就業規則の懲戒規定に則り厳正に処分するとともに、自身の言動の問題点を深く認識させ、将来的な再発を防ぐための是正指導を徹底することが、組織運営上の重要な責任となります。
(5)再発防止への取り組み
個別の事案対応だけで終わらせず、現行の施策を検証・改善することが不可欠です。高度化するコンプライアンス基準にもとづき、事案を教訓とした社内ルールの刷新や管理職研修の強化など、組織全体のガバナンスを高める継続的な取り組みが求められます。
再発防止に向けて検討するべき内容は、以下を参考にしてみてください。
再発防止に向けた施策検討の例
- 対策後の職場環境は、相談者にとって安全で快適になっているか?
- 行為者が同様の問題を起こす恐れはないか?
- 新たな行為者が発生する職場環境になっていないか?
- パワーハラスメントに該当する事案の発生時に、管理職に注意喚起をしているか?
- 各事案の原因と対策について、社内ルールや研修、トップからのメッセージに反映させるべきポイントは何か?
参考:厚生労働省|職場におけるハラスメント対策研修(人事労務担当者等向け:対応検討編p24)

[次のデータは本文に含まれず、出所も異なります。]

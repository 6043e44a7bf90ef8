"""The window's one changeable place: it holds the picture, and every change goes through it.

Commands and panels call the methods here; each puts a new picture in place of the old one, starts the
background work that the new picture needs, and says ``redrawn``. Nothing flows the other way.
"""

from __future__ import annotations

from collections.abc import Callable
from pathlib import Path

from pydantic import ValidationError
from PySide6.QtCore import QObject, QTimer, Signal

from fieldview.compute.errors import InputError
from fieldview.gui import places, work
from fieldview.gui.jobs import LATER, Answer, Jobs
from fieldview.gui.kept_view import shown_from_view, view_from_shown
from fieldview.gui.picture import NOTHING, Notice, Picture
from fieldview.gui.pursuit import Pursuit
from fieldview.session.models import Session
from fieldview.session.undo import History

パワハラ防止対策の徹底が「well-woking」な職場環境の土台に
パワハラは個人の尊厳を傷つけるだけでなく、企業の社会的信用を失墜させ、健全な経営を阻害する重大なリスクです。
法的義務にもとづきパワハラのない職場を整備することは、単なるリスク回避に留まりません。従業員一人ひとりが安心して挑戦し、日々の業務にやりがいを感じながら自律的に成長できる「well-woking」な環境の実現のため、不可欠な土台になります。
本稿をもとにパワハラの定義や種類を正しく理解し、防止に向けた取り組みができるように準備を進めていきましょう。